W. Ageedi1, P. Ren1, Y. Wang1, J. Guo1, J. Coselli1,2,3, Y. Shen1,2,3, S. LeMaire1,2,3 1Baylor College Of Medicine,Division Of Cardiothoracic Surgery, Michael E. DeBakey Department Of Surgery,Houston, TX, USA 2Texas Heart Institute,Cardiovascular Surgery,Houston, TX, USA 3Baylor College Of Medicine,Department Of Molecular Physiology And Biophysics,Houston, TX, USA
Introduction: Ascending thoracic aortic aneurysms and dissections (AAD) are extremely lethal conditions. No effective medical treatment to prevent AAD currently exists. Identifying the biological pathways responsible for aortic destruction is critical for developing effective treatment. We have recently shown that NLRP3 (nucleotide oligomerization domain–like receptor family, pyrin domain containing 3)–caspase-1 inflammasome cascade degrades smooth muscle cell contractile proteins, leading to aortic biomechanical dysfunction and AAD development. Increasing evidence suggests that Absent In Melanoma 2 (AIM2), another member of the inflammasome family with cytosolic DNA sensing ability, is critically involved in tissue inflammation and destruction.We hypothesized that patients with ascending AAD have elevated aortic tissue levels of AIM2
Methods: Ascending aortic tissues were obtained from patients with ascending aortic dissection (n=6), patients with ascending aortic aneurysm without dissection (n=6) and organ-donor controls without aortic disease (n=6). We excluded patients with heritable aortic diseases, such as Marfan syndrome. AIM2 expression levels were determined by western blot and immunofluorescence analyses and compared between the three groups.

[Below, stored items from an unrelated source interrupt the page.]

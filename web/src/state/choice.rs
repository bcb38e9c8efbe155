//! What is picked rather than typed, and what is added to or taken out of a job.

use spokeshave::drawn::{measured_by, with_station};
use spokeshave::job::{
    Aim, AngleReference, Flange, FlightPoint, Held, Job, PitchControl, Rotation, Section, Setting, TipLoss,
    most_governed_rpm,
};

use super::notice::in_words;
use super::wishes::some;

/// A blade needs an inner and an outer station.
pub const FEWEST_STATIONS: usize = 2;

use super::machine::making::change;
use super::machine::{AircraftChoice, EngineChoice, WoodChoice};
use super::readings::{CarvedChoice, LogbookChoice};

/// A change that is picked from a few.
#[derive(Clone, Debug, PartialEq)]
pub enum Choice {
    /// What blade angles are measured to; the blade stays as it is.
    Reference(AngleReference),
    /// Sense of rotation.
    Rotation(Rotation),
    /// How the blades turn in the hub.
    PitchControl(ControlKind),
    /// One section for every station.
    SectionOfAll(String),
    /// The section of a station.
    Section(usize, String),
    /// A section of the user's own joins the job, in place of one of the same name.
    JoinSection(Box<Section>),
    /// A section of the user's own is taken out.
    RemoveSection(String),
    /// What the engine is set to at a flight point.
    Setting(usize, SettingKind),
    /// Whether Mach number changes lift and drag.
    Compressibility(bool),
    /// Whether rotation delays stall inboard.
    StallDelay(bool),
    /// Whether the hub takes load off the root.
    HubLoss(bool),
    /// Whose factor tells what the tip takes off.
    TipLoss(TipLoss),
    /// Amplification exponent at which the tables' boundary layers turn turbulent.
    Amplification(f64),
    /// A station more, halfway to the next one outward.
    AddStation(usize),
    /// A station less.
    RemoveStation(usize),
    /// A flight point more, a copy of one.
    AddPoint(usize),
    /// A flight point less.
    RemovePoint(usize),
    /// Something of the aircraft.
    Aircraft(AircraftChoice),
    /// Something of the engine.
    Engine(EngineChoice),
    /// What counts in a search.
    Aims(Vec<Aim>),
    /// Whether a search leaves something as drawn.
    Hold(Held, bool),
    /// Something of the wood.
    Wood(WoodChoice),
    /// The flange the hub is drilled for; none for the pattern of the job's own hub.
    Flange(Option<Flange>),
    /// Something of the carved blades.
    Carved(CarvedChoice),
    /// Something of the logbook.
    Logbook(LogbookChoice),
}

/// Ways the blades turn in the hub.
#[derive(Clone, Copy, Debug, PartialEq, Eq)]
pub enum ControlKind {
    /// One piece.
    Fixed,
    /// Set on the ground.
    GroundAdjustable,
    /// A governor holds the rpm.
    ConstantSpeed,
}

/// Kinds of setting at a flight point.
#[derive(Clone, Copy, Debug, PartialEq, Eq)]
pub enum SettingKind {
    /// A propeller rpm.
    Rpm,
    /// A shaft power.
    Power,
    /// Full throttle.
    FullThrottle,
    /// A share of full throttle.
    Throttle,
    /// Thrust equals drag.
    Level,
}

impl ControlKind {
    /// Every kind, in the order shown.
    pub const ALL: [Self; 3] = [Self::Fixed, Self::GroundAdjustable, Self::ConstantSpeed];

    /// The kind a propeller has.
    #[must_use]
    pub fn of(control: &PitchControl) -> Self {
        match control {
            PitchControl::Fixed {} => Self::Fixed,
            PitchControl::GroundAdjustable { .. } => Self::GroundAdjustable,
            PitchControl::ConstantSpeed { .. } => Self::ConstantSpeed,
        }
    }

    /// What it is called.
    #[must_use]
    pub fn words(self) -> &'static str {
        match self {
            Self::Fixed => "fixed",
            Self::GroundAdjustable => "set on the ground",
            Self::ConstantSpeed => "constant speed",
        }
    }

    /// As it begins on a job: a governor no faster than the engine may turn.
    fn started(self, job: &Job) -> PitchControl {
        match self {
            Self::Fixed => PitchControl::Fixed {},
            Self::GroundAdjustable => PitchControl::GroundAdjustable { turn_deg: 0.0 },
            Self::ConstantSpeed => {
                let most = most_governed_rpm(job.engine.as_ref()).unwrap_or(f64::INFINITY);
                let rpm = most.min(2_400.0);
                PitchControl::ConstantSpeed { rpm, turn_min_deg: -5.0, turn_max_deg: 20.0 }
            }
        }
    }
}

impl SettingKind {
    /// Every kind, in the order shown.
    pub const ALL: [Self; 5] = [Self::Rpm, Self::Power, Self::FullThrottle, Self::Throttle, Self::Level];

    /// The kind a setting is of.
    #[must_use]
    pub fn of(setting: &Setting) -> Self {
        match setting {
            Setting::Rpm { .. } => Self::Rpm,
            Setting::Power { .. } => Self::Power,
            Setting::FullThrottle {} => Self::FullThrottle,
            Setting::Throttle { .. } => Self::Throttle,
            Setting::Level {} => Self::Level,
        }
    }

    /// What it is called for an aircraft that hovers.
    #[must_use]
    pub fn hovering_words(self) -> &'static str {
        if self == Self::Level { "hover or steady climb" } else { self.words() }
    }

    /// What it is called.
    #[must_use]
    pub fn words(self) -> &'static str {
        match self {
            Self::Rpm => "rpm",
            Self::Power => "shaft power",
            Self::FullThrottle => "full throttle",
            Self::Throttle => "part throttle",
            Self::Level => "level flight",
        }
    }

    /// The setting with the figures the point runs at, where they are known.
    fn started(self, rpm: Option<f64>, power_w: Option<f64>) -> Setting {
        match self {
            Self::Rpm => Setting::Rpm { rpm: rpm.map_or(2_500.0, |r| r.round().max(1.0)) },
            Self::Power => Setting::Power { power_w: power_w.filter(|p| *p > 0.001).unwrap_or(10_000.0) },
            Self::FullThrottle => Setting::FullThrottle {},
            Self::Throttle => Setting::Throttle { fraction: 0.75 },
            Self::Level => Setting::Level {},
        }
    }
}

/// What the flight point runs at, so that another kind of setting starts from there.
#[derive(Clone, Copy, Debug, Default, PartialEq)]
pub struct Running {
    /// Propeller rpm.
    pub rpm: Option<f64>,
    /// Shaft power, W.
    pub power_w: Option<f64>,
}

impl Choice {
    /// What the step is called.
    #[must_use]
    pub fn name(&self, job: &Job) -> String {
        let point = |i: &usize| job.flight_points.get(*i).map_or("", |p| p.name.as_str());
        match self {
            Self::Reference(_) => "what angles are measured to".into(),
            Self::Rotation(_) => "rotation".into(),
            Self::PitchControl(_) => "pitch control".into(),
            Self::SectionOfAll(_) => "section".into(),
            Self::Section(i, _) => format!("section at station {}", i + 1),
            Self::JoinSection(section) => format!("section \u{201c}{}\u{201d}", section.name),
            Self::RemoveSection(name) => format!("remove section \u{201c}{name}\u{201d}"),
            Self::Setting(i, _) => format!("setting of {}", point(i)),
            Self::Compressibility(_) => "compressibility".into(),
            Self::StallDelay(_) => "stall delay".into(),
            Self::HubLoss(_) => "hub loss".into(),
            Self::TipLoss(_) => "tip loss".into(),
            Self::Amplification(_) => "quietness of the air".into(),
            Self::AddStation(i) => format!("add a station after {}", i + 1),
            Self::RemoveStation(i) => format!("remove station {}", i + 1),
            Self::AddPoint(_) => "add a flight point".into(),
            Self::RemovePoint(i) => format!("remove {}", point(i)),
            Self::Aircraft(choice) => choice.name(),
            Self::Engine(choice) => choice.name(),
            Self::Aims(_) => "what counts in a search".into(),
            Self::Hold(..) => "what a search leaves as drawn".into(),
            Self::Wood(choice) => choice.name(),
            Self::Flange(_) => "flange".into(),
            Self::Carved(choice) => choice.name(),
            Self::Logbook(choice) => choice.name(),
        }
    }

    /// The job with the change.
    ///
    /// # Errors
    /// Why it cannot be, with what is allowed.
    pub fn made(&self, job: &Job, running: Running) -> Result<Job, String> {
        let next = self.applied(job, running)?;
        let problems = next.check();
        if problems.is_empty() {
            return Ok(next);
        }
        Err(problems.iter().take(3).map(|p| in_words(job, p)).collect::<Vec<_>>().join(" "))
    }

    fn applied(&self, job: &Job, running: Running) -> Result<Job, String> {
        let mut next = job.clone();
        let method = &mut next.method;
        match self {
            Self::Reference(to) => return reference(job, *to),
            Self::Rotation(to) => next.propeller.rotation = *to,
            Self::PitchControl(to) => next.propeller.pitch_control = to.started(job),
            Self::SectionOfAll(name) => {
                next.propeller.stations.iter_mut().for_each(|s| s.section.clone_from(name));
            }
            Self::Section(i, name) => {
                if let Some(station) = next.propeller.stations.get_mut(*i) {
                    station.section.clone_from(name);
                }
            }
            Self::JoinSection(section) => return Ok(job.with_section(section.as_ref().clone())),
            Self::RemoveSection(name) => next.sections.retain(|own| own.name != *name),
            Self::Setting(i, to) => set(&mut next, *i, *to, running),
            Self::Compressibility(on) => method.compressibility = *on,
            Self::StallDelay(on) => method.stall_delay = *on,
            Self::HubLoss(on) => method.hub_loss = *on,
            Self::TipLoss(whose) => method.tip_loss = *whose,
            Self::Amplification(n) => method.n_crit = *n,
            Self::AddStation(after) => return more_stations(job, *after),
            Self::RemoveStation(i) => {
                remove(&mut next.propeller.stations, *i, FEWEST_STATIONS, "A blade needs two stations.")?;
            }
            Self::AddPoint(like) => add_point(&mut next, *like),
            Self::RemovePoint(i) => {
                let name = next.flight_points.get(*i).map_or_else(String::new, |p| p.name.clone());
                remove(&mut next.flight_points, *i, 1, "A job needs one flight point.")?;
                next.wishes.iter_mut().for_each(|wishes| wishes.forget_point(&name));
            }
            Self::Aircraft(choice) => choice.apply(&mut next),
            Self::Engine(choice) => choice.apply(&mut next)?,
            Self::Aims(aims) => next.wishes.get_or_insert_default().aims.clone_from(aims),
            Self::Hold(what, on) => {
                let held = &mut next.wishes.get_or_insert_default().held;
                held.retain(|h| h != what);
                held.extend(on.then_some(*what));
            }
            Self::Wood(choice) => choice.apply(&mut next),
            Self::Flange(to) => change(&mut next, |making| making.flange = *to),
            Self::Carved(choice) => choice.apply(&mut next),
            Self::Logbook(choice) => choice.apply(&mut next),
        }
        next.wishes = next.wishes.and_then(some);
        Ok(next)
    }
}

fn reference(job: &Job, to: AngleReference) -> Result<Job, String> {
    measured_by(job, to).ok_or_else(|| "A station's section has no flat face to lay a protractor on.".into())
}

fn more_stations(job: &Job, after: usize) -> Result<Job, String> {
    let share = |i: usize| job.propeller.stations.get(i).map(|s| s.radius_fraction);
    let inner = share(after).ok_or_else(|| "There is no such station.".to_string())?;
    let middle = f64::midpoint(inner, share(after + 1).unwrap_or(1.0));
    with_station(job, middle).ok_or_else(|| "There is no room for a station there.".into())
}

fn set(job: &mut Job, i: usize, to: SettingKind, running: Running) {
    if let Some(point) = job.flight_points.get_mut(i) {
        point.setting = to.started(running.rpm, running.power_w);
        if to != SettingKind::FullThrottle && point.airspeed_m_s.is_none() {
            point.airspeed_m_s = Some(0.0);
        }
    }
}

/// Takes out one of several, as long as enough are left.
pub(super) fn remove<T>(from: &mut Vec<T>, i: usize, fewest: usize, why: &str) -> Result<(), String> {
    if from.len() <= fewest || i >= from.len() {
        return Err(why.into());
    }
    from.remove(i);
    Ok(())
}

fn add_point(job: &mut Job, like: usize) {
    let Some(model) = job.flight_points.get(like).or(job.flight_points.first()) else { return };
    let taken = |name: &str| job.flight_points.iter().any(|p| p.name == name);
    // One more name than there are points: one of them is free.
    let mut names = (1..=job.flight_points.len() + 1).map(|n| format!("Point {n}"));
    let name = names.find(|name| !taken(name)).unwrap_or_default();
    job.flight_points.push(FlightPoint { name, ..model.clone() });
}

Results: Western blot analysis showed that while AIM2 was barely detectable in control and non-dissection aortic aneurysm tissues, AIM2 was markedly increased in aortic dissection samples. Double immunofluorescence analysis showed a significant amount of AIM2 in the aortic media and adventitia of aortic dissection tissue, particularly in smooth muscle cells.
Conclusions: The expression of AIM2 inflammasome is increased in sporadic ascending aortic dissection. Further studies are needed to confirm this finding in larger samples, and to determine the role of AIM2 in aortic inflammation, extracellular matrix destruction, smooth muscle cell dysfunction, and AAD development.